It is the night before Christmas Eve, and I am thirteen and three-quarters. I wake up sometime during the night with a sore stomach, and go to the toilet. I discover brownish stuff on the toilet paper and wonder, “is this my period?” I think it probably is. I put toilet paper in my undies just in case, and go back to bed.
In the morning there is a bit more blood, and I know that it is my period. I go downstairs. My mother is in the kitchen and my brothers and father are around. Everyone is busy because we are getting ready to go visit our grandmother on Christmas day. I can’t talk to my Mum when my brothers and Dad are around. I am embarrassed. I am too embarrassed to say anything to Mum.
I search my Mum’s bathroom for pads, but I can’t find any. I put more toilet paper in my undies instead. My period is very light, but toilet paper doesn’t work and I still get blood on my underwear.
We get back from my grandmother’s house on Boxing Day, and that night my mother sees some bloody undies on the floor of my room, and asks me if I have my period. I say, “Yes.” She thinks that I didn’t tell her about it because I didn’t realise that it was my period. She doesn’t know the real reason: I was too embarrassed to tell her.

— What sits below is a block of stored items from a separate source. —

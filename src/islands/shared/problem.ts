import type { FieldFault } from '~/domain/errors';

/**
 * What the server refused, or that it could not be reached. `message` is a sentence for the person;
 * `faults` say which field is wrong and what would be right; `facts` travel with some codes
 * (for `precondition-failed`: etag, savedBy, savedAt, design).
 */
export class ApiProblem extends Error {
  /** A code of the domain's errors, or `unreachable` when no answer came. */
  readonly code: string;
  /** HTTP status; 0 when no answer came. */
  readonly status: number;
  readonly faults: readonly FieldFault[];
  readonly facts: Readonly<Record<string, unknown>>;
  readonly requestId: string | null;

  constructor(options: {
    code: string;
    status: number;
    message: string;
    faults?: readonly FieldFault[];
    facts?: Readonly<Record<string, unknown>>;
    requestId?: string | null;
  }) {
    super(options.message);
    this.name = 'ApiProblem';
    this.code = options.code;
    this.status = options.status;
    this.faults = options.faults ?? [];
    this.facts = options.facts ?? {};
    this.requestId = options.requestId ?? null;
  }
}

const known = new Set(['type', 'title', 'status', 'detail', 'code', 'requestId', 'errors']);

/** Reads a problem+json answer; an answer that is no problem document still becomes a sentence. */
export async function problemFrom(response: Response): Promise<ApiProblem> {
  const body = await readJson(response);
  if (body === null) {
    return new ApiProblem({
      code: 'unreadable',
      status: response.status,
      message: `The server answered with ${response.status} and no explanation. Try again in a minute.`,
    });
  }
  return new ApiProblem({
    code: text(body['code']) ?? 'unknown',
    status: response.status,
    message:
      text(body['detail']) ?? text(body['title']) ?? `The server answered with ${response.status}.`,
    faults: faultsOf(body['errors']),
    facts: Object.fromEntries(Object.entries(body).filter(([key]) => !known.has(key))),
    requestId: text(body['requestId']),
  });
}

/** No answer came: the line is down, or the server is. What was typed is still here. */
export function unreachable(): ApiProblem {
  return new ApiProblem({
    code: 'unreachable',
    status: 0,
    message:
      'No answer from the server. What you typed is still here: try again when you have signal.',
  });
}

/** Any thrown thing as a problem, so that a screen always has a sentence to show. */
export function asProblem(error: unknown): ApiProblem {
  if (error instanceof ApiProblem) return error;
  const message = error instanceof Error ? error.message : 'Something went wrong on this page.';
  return new ApiProblem({ code: 'unexpected', status: 0, message });
}

async function readJson(response: Response): Promise<Record<string, unknown> | null> {
  const type = response.headers.get('content-type') ?? '';
  if (!type.includes('json')) return null;
  try {
    const body: unknown = await response.json();
    return typeof body === 'object' && body !== null ? (body as Record<string, unknown>) : null;
  } catch {
    return null;
  }
}

function faultsOf(errors: unknown): FieldFault[] {
  if (!Array.isArray(errors)) return [];
  return errors.flatMap((entry: { pointer?: unknown; detail?: unknown } | null) => {
    const pointer = text(entry?.pointer);
    const detail = text(entry?.detail);
    return pointer !== null && detail !== null ? [{ pointer, detail }] : [];
  });
}

function text(value: unknown): string | null {
  return typeof value === 'string' ? value : null;
}
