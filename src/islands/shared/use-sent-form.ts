import { zodResolver } from '@hookform/resolvers/zod';
import { useId, useState } from 'react';
import {
  useForm,
  type DefaultValues,
  type FieldValues,
  type Path,
  type UseFormReturn,
} from 'react-hook-form';
import type { z } from 'zod/v4';
import { asProblem } from './problem';

export interface Fault {
  /** Id of the field's element, or null for a fault of the whole form. */
  fieldId: string | null;
  detail: string;
}

export interface SentForm<In extends FieldValues, Out> {
  form: UseFormReturn<In, unknown, Out>;
  submit: (event?: React.BaseSyntheticEvent) => Promise<void>;
  sending: boolean;
  /** What is wrong, in the order of the fields, after a failed sending. */
  faults: readonly Fault[];
  /** Rises with every failed sending, so that the summary takes focus again. */
  failures: number;
  fieldId: (name: string) => string;
  faultOf: (name: string) => string | undefined;
}

/**
 * A form that is checked by the same schema in the browser as on the server, sent once, and told of
 * the server's faults beside the fields they point at. A fault that points at no field here is
 * shown in the summary, never dropped. Nothing typed is lost.
 */
export function useSentForm<In extends FieldValues, Out, Answer>(options: {
  schema: z.ZodType<Out, In>;
  /** Every field of the form, in the order shown. */
  defaults: DefaultValues<NoInfer<In>>;
  send: (values: Out) => Promise<Answer>;
  done: (answer: Answer) => void;
  /** The server's name of a field, if it is not the form's: `/settings/outletMm` → `outletMm`. */
  fieldOf?: (pointer: string) => string;
}): SentForm<In, Out> {
  const prefix = useId();
  const [failures, setFailures] = useState(0);
  const [general, setGeneral] = useState<readonly string[]>([]);
  const form = useForm<In, unknown, Out>({
    resolver: zodResolver(options.schema),
    defaultValues: options.defaults,
    shouldFocusError: false,
  });
  const names = Object.keys(options.defaults);
  const errors = form.formState.errors as Record<string, { message?: string } | undefined>;
  const fieldId = (name: string): string => `${prefix}-${name}`;
  const faultOf = (name: string): string | undefined => errors[name]?.message;

  async function send(values: Out): Promise<void> {
    setGeneral([]);
    try {
      options.done(await options.send(values));
    } catch (error) {
      const problem = asProblem(error);
      const nameOf = options.fieldOf ?? ((pointer: string) => pointer.slice(1));
      const placed = problem.faults.map(({ pointer, detail }) => ({
        name: nameOf(pointer),
        detail,
      }));
      const loose = placed.filter(({ name }) => !names.includes(name)).map(({ detail }) => detail);
      for (const { name, detail } of placed) {
        if (names.includes(name))
          form.setError(name as Path<In>, { type: 'server', message: detail });
      }
      setGeneral(placed.length === 0 ? [problem.message] : loose);
      setFailures((count) => count + 1);
    }
  }

  return {
    form,
    submit: form.handleSubmit(send, () => {
      setGeneral([]);
      setFailures((count) => count + 1);
    }),
    sending: form.formState.isSubmitting,
    faults: [
      ...general.map((detail) => ({ fieldId: null, detail })),
      ...names.flatMap((name) => {
        const detail = faultOf(name);
        return detail === undefined ? [] : [{ fieldId: fieldId(name), detail }];
      }),
    ],
    failures,
    fieldId,
    faultOf,
  };
}
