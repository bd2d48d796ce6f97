import { z } from 'zod/v4';
import type { SignIn, SignUp } from '~/domain/access/account';
import { handover } from '~/domain/access/handover';
import { me, member } from '~/domain/access/member';
import { installation, type NewInstallation } from '~/domain/installation/installation';
import { reading, type NewReading } from '~/domain/reading/reading';
import { depthAnswer } from '~/domain/table/depth-answer';
import { computedTable, issuedRow } from '~/domain/table/request';
import { uploadedMesh, type MeshUnit, type UploadedMesh } from '~/domain/tank/kinds/mesh/uploaded';
import { tankDocument, type TankDocument } from '~/domain/tank/document';
import {
  lookUp,
  revisionSummary,
  tank,
  type NewRevision,
  type NewTank,
  type TankChange,
} from '~/domain/tank/tank';
import { call, callBytes, type Answered } from './call';
import { sendFile } from './send-file';

/** The only caller of `/api/v1` in the browser. Refusals are thrown as `ApiProblem`. */

const issuedTable = z.object({ revision: revisionSummary, rows: z.array(issuedRow) });

const tankPath = (id: string): string => `/tanks/${encodeURIComponent(id)}`;
const revisionPath = (id: string): string => `/revisions/${encodeURIComponent(id)}`;
const valueOf = async <T>(answered: Promise<Answered<T>>): Promise<T> => (await answered).value;

export const signIn = (body: SignIn) => valueOf(call('/session', { method: 'POST', body }));
export const signOut = () => valueOf(call('/session', { method: 'DELETE' }));
export const signUp = (body: SignUp) =>
  valueOf(
    call('/workshops', { method: 'POST', body, answer: z.object({ workshopId: z.string() }) }),
  );
export const readMe = () => valueOf(call('/me', { answer: me }));
export const listMembers = () => valueOf(call('/members', { answer: z.array(member) }));

export const listInstallations = () =>
  valueOf(call('/installations', { answer: z.array(installation) }));
export const createInstallation = (body: NewInstallation) =>
  valueOf(call('/installations', { method: 'POST', body, answer: installation }));

export const listTanks = () => valueOf(call('/tanks', { answer: z.array(tank) }));
export const createTank = (body: NewTank) =>
  valueOf(call('/tanks', { method: 'POST', body, answer: tank }));
export const readTank = (id: string) => valueOf(call(tankPath(id), { answer: tank }));
export const changeTank = (id: string, body: TankChange) =>
  valueOf(call(tankPath(id), { method: 'PATCH', body, answer: tank }));

/** The draft and its version: give the etag back when saving. */
export const readDesign = (id: string) => call(`${tankPath(id)}/design`, { answer: tankDocument });
/** 412 (`precondition-failed`) when somebody saved first; its facts hold their document. */
export const saveDesign = (id: string, body: TankDocument, etag: string) =>
  call(`${tankPath(id)}/design`, {
    method: 'PUT',
    body,
    headers: { 'if-match': etag },
    answer: tankDocument,
  });

/** A mesh as it is kept (mesh-bytes.ts). */
export const readMesh = async (id: string): Promise<Uint8Array> =>
  new Uint8Array(await callBytes(`/meshes/${encodeURIComponent(id)}`));
export const uploadMesh = async (
  file: File,
  unit: MeshUnit,
  onSent: (part: number) => void,
): Promise<UploadedMesh> => {
  const query = new URLSearchParams({ unit, name: file.name.slice(0, 120) || 'mesh' });
  return uploadedMesh.parse(await sendFile(`/meshes?${query}`, file, onSent));
};

export const issueRevision = (id: string, body: NewRevision) =>
  valueOf(call(`${tankPath(id)}/revisions`, { method: 'POST', body, answer: revisionSummary }));
export const listRevisions = (id: string) =>
  valueOf(call(`${tankPath(id)}/revisions`, { answer: z.array(revisionSummary) }));
export const readRevision = (id: string) =>
  valueOf(call(revisionPath(id), { answer: revisionSummary }));
export const readTable = (id: string) =>
  valueOf(call(`${revisionPath(id)}/table`, { answer: issuedTable }));
export const lookUpVolume = (id: string, at: { depthMm: number } | { ullageMm: number }) =>
  valueOf(
    call(
      'depthMm' in at
        ? `${revisionPath(id)}/volume?depthMm=${at.depthMm}`
        : `${revisionPath(id)}/volume?ullageMm=${at.ullageMm}`,
      { answer: lookUp },
    ),
  );
export const lookUpDepth = (id: string, volumeL: number) =>
  valueOf(call(`${revisionPath(id)}/depth?volumeL=${volumeL}`, { answer: depthAnswer }));

export const listHandovers = (id: string) =>
  valueOf(call(`${tankPath(id)}/handovers`, { answer: z.array(handover) }));
export const handOver = (id: string, userId: string) =>
  valueOf(call(`${tankPath(id)}/handovers`, { method: 'POST', body: { userId } }));

export const listReadings = (id: string) =>
  valueOf(call(`${tankPath(id)}/readings`, { answer: z.array(reading) }));
/** Sent again with the same key, a reading is stored once. */
export const recordReading = (id: string, body: NewReading, idempotencyKey: string) =>
  valueOf(
    call(`${tankPath(id)}/readings`, {
      method: 'POST',
      body,
      headers: { 'idempotency-key': idempotencyKey },
      answer: reading,
    }),
  );

export const compute = (
  body:
    { design: TankDocument; stepMm: number } | { design: TankDocument; atMm: readonly number[] },
  signal?: AbortSignal,
) =>
  valueOf(
    call('/compute', {
      method: 'POST',
      body,
      answer: computedTable,
      ...(signal === undefined ? {} : { signal }),
    }),
  );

I am relieved that she knows, because now I can get some pads. I didn’t know when I would have had the guts to tell her if she hadn’t found out for herself… possibly not until months later.
My Mum tells my Dad, and he smiles at me, “Congratulations.” I feel a bit embarrassed, and getting my period seems to be a strange thing to celebrate (but we do anyway, my Mum takes me out to lunch).